Well, I should wrap up this break and get back to work. The progress some are already making has inspired me. Thanks.


----------



## Sawtooth Jack

Pumpkin5 said:


> :jol:Sawtooth, your groundbreakers will be fantastic if the other two follow in the footsteps of 'Big Tooths' (sorry I don't know his name) because he is out of this world. Haven't you gotten him done in under a month? If I worked on something for a month and came out with results like him, I would be thrilled beyond belief. Maybe I am dreaming big, but lots of my props don't measure up to one of Big Tooths. There are definitely 'different levels of props' out there for sure......How about a tombstone a month?


A tombstone a month would make for a tremendous cemetery! Not a bad plan of attack.

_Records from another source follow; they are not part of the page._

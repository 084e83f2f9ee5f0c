"""Whether a load goes into a vessel: what it holds by its last dip and what came since, against what it may hold.

What was used since the last dip isn't taken off: an overfill is a spill, so the older figure errs to the safe side.
"""

from __future__ import annotations

import datetime as dt
from dataclasses import dataclass

from chemistry import errors, vessels
from plant.intake import deliveries, ground, meeting
from plant.ledger.models import Book
from plant.readings import queries as readings
from plant.stock import models
from plant.stock import queries as stock
from plant.works import described
from plant.works.stated import Stated

OLDEST_DIP = dt.timedelta(hours=30)


@dataclass(frozen=True)
class Room:
    """What a vessel held at its last dip, what came since, and the most it may hold; litres, None where unknown."""

    held_l: float | None
    came_since_l: float
    most_l: float | None
    dip_at: dt.datetime | None

    @property
    def room_l(self) -> float | None:
        if self.held_l is None or self.most_l is None:
            return None
        return self.most_l - self.held_l - self.came_since_l


def room(book: Book, stated: Stated, vessel: described.Vessel, at: dt.datetime) -> Room:
    """The room in a vessel at a moment. A vessel on a scale, and one without a dip, have no known room."""
    if vessel.on_scale:
        return Room(None, 0.0, None, None)
    most = vessels.full_volume_l(vessel.form) * vessel.max_fill_pct / 100
    level = readings.latest(book, vessel.code, "level", before=at)
    volume = readings.latest(book, vessel.code, "volume", before=at)
    last = max((point for point in (level, volume) if point is not None), key=lambda point: point.at, default=None)
    if last is None or last.value is None:
        return Room(None, 0.0, most, None)
    try:
        held = last.value if last.parameter == "volume" else _volume(vessel, last)
    except errors.ChemistryError:
        return Room(None, 0.0, most, last.at)
    here = ground.Ground(stated, stated.calendar(at))
    came = [
        deliveries.volume_l(delivery, here) or 0.0
        for delivery in stock.deliveries(book, start=last.at, end=at + dt.timedelta(seconds=1), vessels=[vessel.code])
    ]
    return Room(held, sum(came), most, last.at)


def _volume(vessel: described.Vessel, point: readings.Point) -> float:
    assert point.value is not None
    top = vessels.full_level_m(vessel.form)
    level = point.value / 100 * top if point.unit == "%" else point.value
    return float(vessels.volume_l(vessel.form, min(max(level * vessel.level_factor, 0.0), top)))


def problems(book: Book, stated: Stated, delivery: models.Delivery, at: dt.datetime) -> list[str]:
    """Why a load may not be connected; empty when nothing speaks against it that is known here."""
    value = stated.value("vessel", delivery.vessel, at)
    if value is None:
        return [f"{delivery.vessel} is not a vessel of this works."]
    vessel = described.vessel(delivery.vessel, value)
    litres = deliveries.volume_l(delivery, ground.Ground(stated, stated.calendar(at)))
    against = meeting.problems(stated, vessel, delivery.product, at, what="load")
    return against + overfill(book, stated, vessel, litres, at, what="load")


def transfer_problems(book: Book, stated: Stated, transfer: models.Transfer, at: dt.datetime) -> list[str]:
    """Why product may not be moved from one vessel into another."""
    values = [stated.value("vessel", code, at) for code in (transfer.from_vessel, transfer.to_vessel)]
    if None in values:
        return ["One of the two is not a vessel of this works."]
    source = described.vessel(transfer.from_vessel, values[0] or {})
    target = described.vessel(transfer.to_vessel, values[1] or {})
    litres = deliveries.quantity_l(transfer.quantity, transfer.unit, stated.value("product", source.product, at) or {})
    whole = None if litres is None else litres + transfer.carrier_water_l
    against = meeting.problems(stated, target, source.product, at, what="transfer")
    return against + overfill(book, stated, target, whole, at, what="transfer")


def overfill(
    book: Book, stated: Stated, vessel: described.Vessel, litres: float | None, at: dt.datetime, *, what: str
) -> list[str]:
    """Whether so many litres go in, by the last dip; what can't be known stops nothing."""
    space = room(book, stated, vessel, at)
    if litres is not None and space.room_l is not None and litres > space.room_l:
        dip = stated.calendar(at).local(space.dip_at).strftime("%d %b %H:%M") if space.dip_at else "no dip"
        return [
            f"The {what} is {litres:,.0f} L; there is room for {max(space.room_l, 0):,.0f} L up to {vessel.max_fill_pct:g} % "
            f"(by the dip of {dip}). Do not connect; take a fresh dip, or have part of it taken back."
        ]
    if litres is not None and space.most_l is not None and litres > space.most_l:
        return [f"The {what} is {litres:,.0f} L, the whole vessel may hold {space.most_l:,.0f} L. Do not connect."]
    return []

Thanks for the good words as well. I keep wanting to call my GBs saber-tooths for some reason (plus it sort of goes with the way back of my back-story), lol! The first ground breaker in my thread took two months to get to its final stage before painting almost to the day, so I figure the other two will take about three months combined. Painting will probably take at least two to three weeks for all of them, as I have a slow process for that. Geez, and here I thought I was ahead of the game!  All-in-all though I can't complain, my largest prop last year took over seven months to complete!


----------



## SterchCinemas

Well, im already working on my 3rd prop of the year. Which for me is surprising due to no time. So im doing ok, i would say.


----------



## aquariumreef

The television is playing Halloween cartoons, like the best spongebob where he dresses up like a ghost. I'll be starting soon!


----------



## Hauntiholik

175 Days!


----------



## QueenRuby2002

Yha well I just stuufed and got my first coat on the dragon faces I bought at the garage sale. tomorrow the weather is supose to be better so I'll get two of my larger props done and maybe some tombstones. By this week end I will hope fully have my work room done and lots more. In other words you can't scare me with this count down. Just clowns *Shivers*


----------



## BunchOfHocusPocus

I'm excited about this year! Last year I worked on Halloween and was bummed out.


----------



## Hauntiholik

160 Days!


----------



## ladysherry

I KNOW I KNOW. Even thought I have completed two props I still feel behind. I have a carousel to make that is going to take some time. Better step it up in high gear.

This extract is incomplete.